# Which camera?



## toofazt (Jun 18, 2005)

OK. I have an Olympus D-580 4.0 megapixel Camera. I don't like how it is auto focus. I want to be able to focus it by hand. I was looking at a Nikon D70 6.1 Megapixel, but it's a little expensive... I have heard Nikon is a good brand, but I don't know much about cameras. I basicaly want at least a 4.0megapixel digital camera that I can focus by hand (rotating the lens) I don't like the "auto focus" and spend less than $400 including at least a 512mb memory card. Thanks for any suggestions.


----------



## Wasserpest (Jun 12, 2003)

Focus by hand, that asks for a digital SLR. The cheapest one I think is the Canon Digital Rebel, but it will still be around 900$. So either spend more, or learn how to autofocus, or scratch digital and do 35 mm. Many options! roud:


----------



## toofazt (Jun 18, 2005)

I was looking on ebay and you can get a "like new" Nikon D70 w/o lense for about $600...


----------



## Wasserpest (Jun 12, 2003)

So... you can probably get a rough treated Rebel without lens and manual for $400 plus shipping on Ebay. But, what good does that?

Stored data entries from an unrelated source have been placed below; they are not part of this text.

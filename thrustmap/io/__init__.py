"""Reading and writing attitude tables and layers."""
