namespace Placement.Bodies;

/// <summary>Running sum of squares, largest magnitude and count of relative deviations (merged in a fixed order by callers).</summary>
internal struct DeviationAccumulator
{
    private double _sumSquares;
    private double _max;
    private int _count;

    public void Add(double deviation)
    {
        _sumSquares += deviation * deviation;
        _max = Math.Max(_max, Math.Abs(deviation));
        _count++;
    }

    public void Merge(DeviationAccumulator other)
    {
        _sumSquares += other._sumSquares;
        _max = Math.Max(_max, other._max);
        _count += other._count;
    }

    public readonly RelativeDeviation Result() =>
        _count == 0 ? RelativeDeviation.None : new RelativeDeviation(Math.Sqrt(_sumSquares / _count), _max, _count);
}
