namespace Placement.Bodies;

/// <summary>
/// A point mass that is not a gas point: a softened stellar core left by core replacement, or a companion star,
/// planet or black hole. Positions, velocities, mass and softening length are in the unit system of the point
/// set it travels with (length, length/time, mass).
/// </summary>
/// <remarks>
/// The softening length h is the radius beyond which the point mass's gravity is exactly Newtonian (a kernel of
/// compact support; the kernel itself is documented where the softened potential is computed). h = 0 means an
/// unsoftened point mass.
/// </remarks>
/// <param name="Name">Short identifier, e.g. "core" or "companion" (letters, digits, '_' and '-').</param>
/// <param name="Mass">Mass, mass units; positive and finite.</param>
/// <param name="SofteningLength">Softening length h, length units; zero or positive and finite.</param>
/// <param name="X">Position x, length units.</param>
/// <param name="Y">Position y, length units.</param>
/// <param name="Z">Position z, length units.</param>
/// <param name="Vx">Velocity x, length/time units.</param>
/// <param name="Vy">Velocity y, length/time units.</param>
/// <param name="Vz">Velocity z, length/time units.</param>
public sealed record PointMass(string Name, double Mass, double SofteningLength,
    double X = 0, double Y = 0, double Z = 0, double Vx = 0, double Vy = 0, double Vz = 0)
{
    /// <summary>Asserts the invariants: a non-empty identifier name, positive finite mass, finite non-negative softening, finite state.</summary>
    /// <exception cref="InvalidOperationException">An invariant is broken; the message names the field and value.</exception>
    public void CheckValidity()
    {
        if (string.IsNullOrEmpty(Name) || !Name.All(c => char.IsAsciiLetterOrDigit(c) || c is '_' or '-'))
            throw new InvalidOperationException($"Point mass name '{Name}' must be non-empty and use only letters, digits, '_' and '-'.");
        if (!(Mass > 0) || !double.IsFinite(Mass))
            throw new InvalidOperationException($"Point mass '{Name}': mass {Mass} must be positive and finite.");
        if (!(SofteningLength >= 0) || !double.IsFinite(SofteningLength))
            throw new InvalidOperationException($"Point mass '{Name}': softening length {SofteningLength} must be zero or positive and finite.");
        foreach (double v in new[] { X, Y, Z, Vx, Vy, Vz })
            if (!double.IsFinite(v))
                throw new InvalidOperationException($"Point mass '{Name}': position and velocity must be finite (got ({X}, {Y}, {Z}), ({Vx}, {Vy}, {Vz})).");
    }
}
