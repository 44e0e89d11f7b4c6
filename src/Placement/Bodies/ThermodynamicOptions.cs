namespace Placement.Bodies;

/// <summary>How <see cref="ThermodynamicFields.Compute"/> gives points their thermodynamic state.</summary>
public sealed record ThermodynamicOptions
{
    /// <summary>Adiabatic index γ of the gas, &gt; 1 (dimensionless); default 5/3 (monatomic ideal gas).</summary>
    public double Gamma { get; init; } = 5.0 / 3.0;

    /// <summary>Where the target specific internal energy comes from; default <see cref="InternalEnergySource.IdealGas"/>.</summary>
    public InternalEnergySource Source { get; init; } = InternalEnergySource.IdealGas;

    /// <summary>Which quantities are matched exactly; default <see cref="ThermodynamicMatch.DensityPressure"/>.</summary>
    public ThermodynamicMatch Match { get; init; } = ThermodynamicMatch.DensityPressure;

    /// <summary>Name of the profile quantity holding the specific internal energy when <see cref="Source"/> is
    /// <see cref="InternalEnergySource.Profile"/>; null picks the first quantity with the dimension length²/time².</summary>
    public string? InternalEnergyQuantity { get; init; }

    /// <summary>Checks the options.</summary>
    /// <exception cref="ArgumentOutOfRangeException"><see cref="Gamma"/> is not finite and &gt; 1.</exception>
    public void Validate()
    {
        if (!(Gamma > 1) || !double.IsFinite(Gamma))
            throw new ArgumentOutOfRangeException(nameof(Gamma), Gamma, "The adiabatic index gamma must be finite and > 1.");
    }
}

(Sorry - I wish I had a better answer)


----------



## Safado (Jul 10, 2005)

I want to second Wasserpest's recomendation. I think Canon is the way to go. They're Compact Flash, so the memory is cheaper, and I think faster. You don't have nearly the delay you have with most digitals. I have had a Canon 20D for just under a year, and am still amazed at how nice they are.


----------



## cobra (Feb 4, 2005)

Hello,

I would whole-heartedly suggest the Olympus E-1. It can be had at a very decent price right now and it will take excellent photos at 5.1 mp, plus it comes with an excellent lens matched to the (14-54mm wide angle zoom) format. I think they are going for around 500 USD currently (camera and lens).

One feature that it has that Nikon, Canon, et. al., all lack is a anti-dust feature that plagues the other digital SLRs. PLus it has excellent weatherproofing and built like a tank. Visit dpreview.com.

G


----------



## BOTIA (Dec 23, 2003)

Go Nikon !
I have to say I have two nikon digitals a 3.34 880 and a 8.3mp 8700.
The optics are fantastic. The 8700 is very fast with little shutter lag, has all the standard manual camera features as well some very cool digitals ones.
I used to have my own darkroom and developed my own film as well. I loved manual cameras but nikon made me a convert.
It also uses compact flash or hardrive cards. make sure you get sandisk ultra 2 CF cards. They are extremely fast and help speed up the camera overall.
Also the bonus side with the 8700 is tv quality video with sound., magnesium body multiagle screen and customizabile menus. Or you can use autoi mode which is very good.
Here is an example shot of one of my Yoyo Loaches with my 8700 on auto mode using spot focus and macro setting.
Btw this pic is very much scaled down.
Cheers
BotiA


----------



## newshound (May 9, 2005)

go canon.
.
.
.
.
.
.
.
we agree on the BotiA though roud:


----------



## Jim (Apr 4, 2005)

I have been very happy with my Canon 10D. If price is an issue, check out the Digital Rebel. Nikon has always made a great product as well, but I have always used Canon SLRs because of my lens collection. 

Jim


----------



## Jason Baliban (Mar 3, 2005)

Both the xt and the d70 are fantastic cameras. They will both be more then enough for your needs. They both have all the lenses and accessories you might need to take great pics. 

The D70 is considered to be more of a "pro" cam by the photo geeks. I dont really know what that means considering I am not a photo geek.....hehehe. I have a d70 myself. The construction of the D70 is a bit more sturdy in feeling IMO.

With this being said, it is largely a personal preference. As stated, they will both preform exceptionally. If you have other cannon lenses, then it makes sense to get the xt......or vice versa. I would go to a local cam shop and pic them both up. See what feels best in your hands and feels best to you.

Hope this helps.

jB


----------



## bigpow (May 24, 2004)

Canon Powershot G2 with +6 Macro lens here, couldn't be happier.
I think as long as it has manual focus & settings, it should be okay. As for the shutter lag, I usually add more lighting on top of the tank


----------